SOUNDBITE (English) Dahlya Farhan, Media Officer, United Nations Mine Action Coordination Centre:
"All of south Lebanon is contaminated. There is no such area that is only contaminated by the border or by the Tyre area, or south of the Litani only because they are also north of the Litani. Basically it's everywhere you go. Everywhere you go you will have the problem of unexploded ordnance, specifically cluster bombs. Each one of these red circles, they refer to a cluster bomb strike location. We are sending teams to different areas to do the clearance but we are trying to focus on agriculture at the moment because people already lost a lot and there is loans and debts and this is their main source of living."
Cluster bombs are not just putting lives at stake but livelihoods too.
Clearance teams visit affected areas advising farmers to stay clear of their fields, but they can only clear small areas at a time.
Leaving farmers with a stark choice.
They can play it safe - leave their fields alone and lose a years work - or, take their lives into their own hands and attempt to harvest.
Fields like this banana grove are being cleared by mine action groups - but teams can only work as fast as the environment and resources allow.
In this thick vegetation, cluster bombs are found buried under piles of dead leaves and sometimes in the trees themselves.
Instead of waiting till clearance teams turn up, many farmers are going into the fields and picking up the bombs themselves.
Like many farmers, Hussein Al Khishiu, is falsely under the impression that there is a safe way to clear the land of the unexploded bomblets. He and his workers have collected dozens, miraculously without injury.

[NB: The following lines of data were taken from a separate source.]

import { deflateSync } from "node:zlib";

// A minimal GeoTIFF 1.1 writer for one small band: little-endian, one deflate strip, horizontal differencing.

const TYPE_BYTES = { 2: 1, 3: 2, 4: 4, 12: 8 };

/**
 * The bytes of a GeoTIFF.
 * @param {object} image
 * @param {number} image.width columns
 * @param {number} image.height rows
 * @param {Int16Array | Uint8Array} image.values row-major from the north-west corner
 * @param {number} image.west easting of the outer corner, metres
 * @param {number} image.north northing of the outer corner, metres
 * @param {number} image.pixel edge of a pixel, metres
 * @param {number} image.epsg a projected coordinate system
 * @param {number} image.nodata raw value that means missing (GDAL_NODATA, tag 42113)
 * @param {number} [image.scale] value = raw × scale (GDAL_METADATA, tag 42112)
 * @param {string} image.description of the band
 */
export function geotiff(image) {
  const { width, height, values } = image;
  const sampleBytes = values.BYTES_PER_ELEMENT;
  const signed = values instanceof Int16Array;
  const strip = deflateSync(differenced(values, width, height), { level: 9 });
  const items = [`<Item name="DESCRIPTION" sample="0" role="description">${image.description}</Item>`];
  if (image.scale !== undefined)
    items.push(
      `<Item name="OFFSET" sample="0" role="offset">0</Item>`,
      `<Item name="SCALE" sample="0" role="scale">${image.scale}</Item>`,
    );
  // Key 1024 = 1 projected; 1025 = 1 a pixel is an area; 3072 the system's EPSG number.
  const geoKeys = [1, 1, 1, 3, 1024, 0, 1, 1, 1025, 0, 1, 1, 3072, 0, 1, image.epsg];
  /** @type {[number, number, number[] | string][]} */
  const tags = [
    [256, 3, [width]],
    [257, 3, [height]],
    [258, 3, [8 * sampleBytes]],
    [259, 3, [8]], // deflate
    [262, 3, [1]], // black is zero
    [273, 4, [0]], // the strip's offset, set below
    [277, 3, [1]],
    [278, 3, [height]],
    [279, 4, [strip.length]],
    [317, 3, [2]], // horizontal differencing
    [339, 3, [signed ? 2 : 1]],
    [33550, 12, [image.pixel, image.pixel, 0]],
    [33922, 12, [0, 0, 0, image.west, image.north, 0]],
    [34735, 3, geoKeys],
    [42112, 2, `<GDALMetadata>${items.join("")}</GDALMetadata>`],
    [42113, 2, String(image.nodata)],
  ];
  const sizeOf = ([, type, value]) =>
    typeof value === "string" ? value.length + 1 : value.length * TYPE_BYTES[type];
  const even = (n) => n + (n % 2);
  const directory = 8;
  let next = directory + 2 + 12 * tags.length + 4;
  const outside = tags.map((tag) => {
    if (sizeOf(tag) <= 4) return 0;
    const at = next;
    next = even(at + sizeOf(tag));
    return at;
  });
  tags.find(([id]) => id === 273)[2] = [next];
  const out = Buffer.alloc(next + strip.length);
  out.write("II", 0, "latin1");
  out.writeUInt16LE(42, 2);
  out.writeUInt32LE(directory, 4);
  out.writeUInt16LE(tags.length, directory);
  tags.forEach((tag, i) => {
    const [id, type, value] = tag;
    const entry = directory + 2 + 12 * i;
    out.writeUInt16LE(id, entry);
    out.writeUInt16LE(type, entry + 2);
    out.writeUInt32LE(typeof value === "string" ? value.length + 1 : value.length, entry + 4);
    if (outside[i] > 0) out.writeUInt32LE(outside[i], entry + 8);
    write(out, outside[i] > 0 ? outside[i] : entry + 8, type, value);
  });
  strip.copy(out, next);
  return out;
}

/** Each sample less the one before it in the row, modulo the sample's size (TIFF 6.0, section 14). */
function differenced(values, width, height) {
  const out = values.slice();
  for (let row = 0; row < height; row++)
    for (let column = width - 1; column > 0; column--) {
      const at = row * width + column;
      out[at] = values[at] - values[at - 1];
    }
  return Buffer.from(out.buffer, out.byteOffset, out.byteLength);
}

function write(out, at, type, value) {
  if (typeof value === "string") {
    out.write(value, at, "latin1");
    return;
  }
  value.forEach((number, i) => {
    if (type === 3) out.writeUInt16LE(number, at + 2 * i);
    if (type === 4) out.writeUInt32LE(number, at + 4 * i);
    if (type === 12) out.writeDoubleLE(number, at + 8 * i);
  });
}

SOUNDBITE (Arabic) Farmer, Hussein al Khishiu:
"We heard that if you handle it carefully, then it won't explode. We picked them up to protect the children and to have access to our land and harvest. We need to work! Otherwise, our time and work will be wasted. We just don't have a choice."
The financial burden on farmers is huge and those who don't want to clear the land themselves are paying others to do it.
Bahjat Abdallah has been organizing help for farmers to clear their land by finding day labourers to take on the work. US$3 a cluster is the going rate.
SOUNDBITE (Arabic) Bahjat Abdallah:
"One of the workers in the field told us not to expose ourselves to danger. He said there was a man specialized in dealing with explosives and that he would clear the land. The worker brought him here and we agreed to pay US$3 for each cluster that he removed and detonated."
But it was only when his friend Saleh Krishd was injured that Bahjat realized just how dangerous cluster bombs really are.
Saleh lost three toes to a cluster bomb while working in a field of lemons and if the infection doesn't clear up soon, then he'll lose the leg as well.
Saleh and his family no longer dare enter the fields, and they are already feeling the financial strain of a lost harvest.
SOUNDBITE (Arabic) Saleh Krishd:
"I have two sons who are studying .One is in school and the other is being trained. Now they will both have to quit school and work."
Efforts to minimize casualties include warning labels on bottles of water distributed by UNICEF, while the Lebanese army and other mine clearance groups are handing out leaflets.
Clearance teams are working as fast as they can throughout the south, and each afternoon the hillside farms echo with the frequent thud of detonation as deminers destroy their deadly cache.
But even by the best estimates it will take until the end of 2007 to clear all the cluster bombs from the fields of southern Lebanon.
And until people can go back into their farms without fear then normal life will remain a distant dream.
In the first two months since the end of the conflict, more than 150 civilians have been killed or injured by cluster bombs.
The International Committee of the Red Cross and a number of Human Rights groups are now campaigning for a total ban on the use of cluster bombs in populated areas.